Dos palabras y el desequilibrio con voces lejanas,
de pronto el tornado... tu lejos sin entenderme
yo abrazada al agónico tiempo... llegó la noche,
el instante se vistió de niebla, tu por un rumbo...
yo a la deriva, sin ruta determinada, sin saber
por donde caminar para encontrarte de nuevo.
El dolor... la frustración, el no saber que decir,
tus dudas. Un enigma... ¿Temores? tal vez...
a estos sucesos que dejan fisuras irreparables,
porque he pensado en ti en todo momento.
Ante mi se cruzaron muchos capítulos compartidos,
ante la interrogante de a donde seguir...
todo en vértigo, luces dispersas, señales de alarma...
caminos difusos... tus ojos en otro sentido...
los míos en busca de tu ternura.
Me ubico aquí para encontrar respuestas,
en ti marcado el desaliento al percibir tensiones
y trato de rescatar la armonía dispersa...
palabras que van y vienen, sin forma determinada,
ni siquiera un reproche concreto, pero si
esa sutil apreciación y los detalles que guardas
en tu alma.
La angustia por el quebranto, el caminar sigiloso
los pasos discretos. la ansiedad a flor de piel...

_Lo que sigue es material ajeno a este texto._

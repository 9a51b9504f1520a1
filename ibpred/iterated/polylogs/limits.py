"""Regularised limits of iterated integrals whose letters depend on a variable that tends to zero.

``M(b1, ..., bn)`` is the iterated integral of ``dt/(t - b1) ... dt/(t - bn)`` from 0 to 1 (leftmost
outermost) with tangent vectors 1 at t = 0 and -1 at t = 1. As z -> 0+ letters may run into the ends of the
path. Then

``M(w) -> sum_(w = u m v) E(u) M(m) S(v)``

up to powers of z, with S the part of the path on which t is as small as the small letters, and E likewise at
t = 1 (composition of paths; Chen). Logarithms of z count as zero throughout.
"""

from __future__ import annotations

from collections.abc import Mapping, Sequence
from fractions import Fraction

from ibpred.exact.rational import Polynomial, Rational

UnitWord = tuple[tuple[Rational, ...], int]
"""Letters b of M(b1, ..., bn), and the side of those inside the path: b + i0, b - i0, or none (0)."""

Products = dict[tuple[UnitWord, ...], Fraction]
"""Products of unit words -> coefficient, without zeros."""


def order_at_zero(value: Rational, variable: str) -> int:
    """Order of vanishing at zero of a nonzero function (negative: a pole)."""
    place = value.ring.index(variable)
    return _lowest(value.numerator, place) - _lowest(value.denominator, place)


def leading_coefficient(value: Rational, variable: str, order: int) -> Rational:
    """What multiplies ``variable^order`` in a function of that order or a higher one."""
    return (value / value.ring.variable(variable) ** order).substitute({variable: 0})


def limit_of_word(letters: Sequence[Rational], side: int, variable: str) -> Products:
    """The regularised limit of a unit word as the variable tends to zero.

    Parameters
    ----------
    letters, side
        The word.
    variable
        Tends to zero from above.

    Returns
    -------
    dict
        Products of words whose letters are free of the variable; empty for zero.
    """
    if any(b and order_at_zero(b, variable) < 0 for b in letters):
        return {}
    ends = [leading_coefficient(b, variable, 0) for b in letters]
    count = len(letters)
    total: Products = {}
    for i in range(count + 1):
        if i and not ends[i - 1].is_one():
            break
        # 1 - t in place of t, and the path run backwards
        mirrored = tuple(1 - b for b in reversed(letters[:i]))
        last = _scaled(_start(mirrored, -side, variable), (-1) ** i)
        for j in range(count, i - 1, -1):
            if j < count and ends[j]:
                break
            words: tuple[UnitWord, ...] = ((tuple(ends[i:j]), side),) if j > i else ()
            middle = {words: Fraction(1)}
            first = _start(letters[j:], side, variable)
            _accumulate(total, _product(_product(last, middle), first))
    return total


def _start(letters: Sequence[Rational], side: int, variable: str) -> Products:
    """From t = 0 up to where all letters, which tend to zero, are small against t."""
    if not letters:
        return {(): Fraction(1)}
    orders = [order_at_zero(b, variable) for b in letters if b]
    if not orders:
        return {}
    least = min(orders)
    scaled = [leading_coefficient(b, variable, least) for b in letters]
    total: Products = {}
    for j in range(len(letters), -1, -1):
        if j < len(letters) and scaled[j]:
            break
        _accumulate(total, _product(_to_infinity(scaled[:j], side), _start(letters[j:], side, variable)))
    return total


def _to_infinity(letters: Sequence[Rational], side: int) -> Products:
    """From s = 0 to infinity, where log s counts as zero too: ``s = t/(1 - t)`` turns it into unit words."""
    if not letters:
        return {(): Fraction(1)}
    one = letters[0].ring.one
    words: dict[tuple[Rational, ...], Fraction] = {(): Fraction(1)}
    for b in letters:
        grown: dict[tuple[Rational, ...], Fraction] = {}
        for word, value in words.items():
            if b + 1:
                _add(grown, (*word, b / (b + 1)), value)
            _add(grown, (*word, one), -value)
        words = grown
    return {((word, side),): value for word, value in words.items()}


def _add(target: dict[tuple[Rational, ...], Fraction], word: tuple[Rational, ...], value: Fraction) -> None:
    total = target.get(word, Fraction(0)) + value
    if total:
        target[word] = total
    else:
        target.pop(word, None)


def _lowest(polynomial: Polynomial, place: int) -> int:
    return min(int(exponents[place]) for exponents in polynomial.monoms())


def _scaled(terms: Products, factor: int) -> Products:
    return {key: value * factor for key, value in terms.items()}


def _product(left: Mapping[tuple[UnitWord, ...], Fraction], right: Products) -> Products:
    return {a + b: x * y for a, x in left.items() for b, y in right.items()}


def _accumulate(target: Products, source: Products) -> None:
    for key, value in source.items():
        total = target.get(key, Fraction(0)) + value
        if total:
            target[key] = total
        else:
            target.pop(key, None)
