"""Global sections of the bundle of local lattices: the decision on a rational epsilon-form.

The lattices at the singular points glue to a vector bundle on the projective line. The system has a
Fuchsian form with exponents proportional to eps exactly if this bundle is trivial (Lee, Pomeransky,
arXiv:1707.07856), and a basis of its global sections is the change of basis.
"""

from __future__ import annotations

from collections.abc import Sequence
from dataclasses import dataclass
from fractions import Fraction

import flint

from ibpred.epsform.blocks import Exponent
from ibpred.epsform.lattices.local import Obstacle, ObstacleError, Trouble, normalised, residue_at
from ibpred.epsform.lattices.pencil import (
    Frame,
    ModularMatrix,
    ModularPolynomial,
    Pencil,
    PolynomialMatrix,
    at_infinity,
    kernel,
    times_constant,
    unit_frame,
)
from ibpred.epsform.lattices.spectrum import Slopes


@dataclass(frozen=True)
class Glued:
    """The Fuchsian form at one sample.

    Attributes
    ----------
    numerators, denominator
        The change of basis T, equal to one at the base point.
    residues
        Residue at each point, in the order of the points given.
    exponents
        (index of the place, exponents before the shifts), infinity as -1.
    """

    numerators: PolynomialMatrix
    denominator: ModularPolynomial
    residues: tuple[ModularMatrix, ...]
    exponents: tuple[tuple[int, tuple[Exponent, ...]], ...]


def glue(
    pencil: Pencil, points: Sequence[tuple[int, int]], eps: int, slopes: Slopes | None, base: int
) -> Glued | Obstacle | None:
    """Fuchsian form with exponents proportional to eps, normalised to one at a base point.

    Parameters
    ----------
    pencil
        The system at the numeric `eps`.
    points
        (index of the place, finite point) for each pole.
    slopes
        Slopes to expect where eps is a given number, None where it is random.
    base
        A regular point.

    Returns
    -------
    outcome
        None where the sample happens to be useless (the base point is special for this eps).
    """
    exponents: list[tuple[int, tuple[Exponent, ...]]] = []
    current = -1
    frame = unit_frame(pencil.size, pencil.prime)
    try:
        for current, point in points:
            pencil, frame, found = normalised(pencil, frame, point, eps, slopes)
            exponents.append((current, found))
        current = -1
        infinity = at_infinity(pencil)
        start = unit_frame(pencil.size, pencil.prime)
        _, frame_inf, found = normalised(infinity, start, 0, eps, slopes)
        exponents.append((current, found))
    except ObstacleError as met:
        return Obstacle(met.trouble, current, met.detail, tuple(exponents))
    for place, found in exponents:
        fractions = [e.shift for e in found if e.shift.denominator > 1]
        if fractions:
            simplest = min(fractions, key=lambda a: (abs(a), a))
            return Obstacle(Trouble.FRACTION, place, (simplest,), tuple(exponents))
    sections = global_sections(frame_inf, 0)
    size, prime = pencil.size, pencil.prime
    at_base = [int(e(base)) for g in sections for e in g]
    if len(sections) != size or flint.nmod_mat(size, size, at_base, prime).rank() < size:
        # n sections that are dependent at one point are dependent everywhere, or vanish somewhere:
        # both happen only for a nontrivial bundle, since its degree is zero
        kind = tuple(map(Fraction, splitting_type(frame_inf)))
        return Obstacle(Trouble.BUNDLE, -1, kind, tuple(exponents))
    gluing = tuple(zip(*sections, strict=True))
    numerators = polynomial_product(frame.numerators, gluing)
    scale = int(frame.denominator(base))
    whole = flint.nmod_mat(size, size, [int(e(base)) for row in numerators for e in row], prime)
    if scale == 0 or whole.rank() < size:
        return None
    normal = whole.inv() * scale
    residues = []
    for _, point in points:
        local = flint.nmod_mat(size, size, [int(e(point)) for row in gluing for e in row], prime)
        if local.rank() < size:
            raise AssertionError("sections of a trivial bundle must be independent everywhere")
        change = local * normal
        residues.append(change.inv() * residue_at(pencil, point) * change)
    return Glued(times_constant(numerators, normal), frame.denominator, tuple(residues), tuple(exponents))


def global_sections(frame: Frame, twist: int) -> list[tuple[ModularPolynomial, ...]]:
    """Polynomial vectors g(x) that the lattice at infinity allows to grow like ``x^twist``.

    Parameters
    ----------
    frame
        Basis at infinity in y = 1/x; its denominators are powers of y.
    twist
        An integer; 0 for the sections of the bundle itself.

    Returns
    -------
    sections
        A basis over F_p.
    """
    prime, size = frame.prime, len(frame.numerators)
    below = frame.inverse_denominator.degree()
    # g = T_inf h with h of order >= -twist: this bounds the degree of g
    lowest = min(_valuation(e) for row in frame.numerators for e in row if e)
    highest = frame.denominator.degree() - lowest + twist
    if highest < 0:
        return []
    rows: list[list[int]] = []
    table = [[e.coeffs() for e in row] for row in frame.inverse_numerators]
    longest = max(len(c) for row in table for c in row)
    for power in range(-highest - below, -twist):
        # coefficient of y^power in the inverse times sum_d g_d y^-d
        for row in table:
            values = []
            for d in range(highest + 1):
                place = power + below + d
                for entry in row:
                    values.append(int(entry[place]) if 0 <= place < min(len(entry), longest) else 0)
            if any(values):
                rows.append(values)
    unknowns = size * (highest + 1)
    if not rows:
        vectors = [[int(i == j) for j in range(unknowns)] for i in range(unknowns)]
    else:
        vectors = kernel(flint.nmod_mat(len(rows), unknowns, [e for r in rows for e in r], prime))
    return [
        tuple(flint.nmod_poly([v[d * size + i] for d in range(highest + 1)], prime) for i in range(size))
        for v in vectors
    ]


def splitting_type(frame: Frame) -> tuple[int, ...]:
    """Degrees d_i of the bundle O(d_1) + ... + O(d_n), descending (Grothendieck).

    The second difference of the number of sections of the bundle twisted by k counts the i with
    ``d_i = -k``.
    """
    size = len(frame.numerators)
    counts = {0: len(global_sections(frame, 0))}
    low = 0
    while counts[low]:
        low -= 1
        counts[low] = len(global_sections(frame, low))
    degrees: list[int] = []
    twist, before, last = low + 1, 0, 0
    while len(degrees) < size:
        here = counts[twist] if twist in counts else len(global_sections(frame, twist))
        degrees.extend([-twist] * (here - 2 * last + before))
        before, last, twist = last, here, twist + 1
    return tuple(degrees)


def _valuation(polynomial: ModularPolynomial) -> int:
    return next(i for i, c in enumerate(polynomial.coeffs()) if int(c))


def polynomial_product(left: PolynomialMatrix, right: PolynomialMatrix) -> PolynomialMatrix:
    """Product of two matrices."""
    columns = tuple(zip(*right, strict=True))
    found = []
    for row in left:
        new = []
        for column in columns:
            total = row[0] * column[0]
            for a, b in zip(row[1:], column[1:], strict=True):
                if a and b:
                    total = total + a * b
            new.append(total)
        found.append(tuple(new))
    return tuple(found)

y sigo como siempre ,sin alejarme de tu lado,
porque te quiero sobre cualquier circunstancia,
aunque a veces involuntariamente con actitudes
haya lesionado tu corazón....
Solo puedo decirte en forma coherente
que eres lo más bello que este medio me ha brindado,
y que lamento profundamente si con mis palabras
llegué a dejar alguna herida en ti...
Ojalá que no anide en ti el desconcierto,
ni que estigmatice tu sensibilidad
afectando tu estado emocional;
me gusta verte feliz, porque al asomarte aquí,
es para olvidar el ruido externo...
Cada día hemos hecho con nuestros sentimientos
un bello sendero hacia un santuario único,
en el que ha prevalecido la mutua comprensión
y el amor inmenso que los niños han cuidado siempre...
Hoy fue la excepción... pero seguramente
como tantas veces... será una moraleja que
compartiremos para acercarnos más...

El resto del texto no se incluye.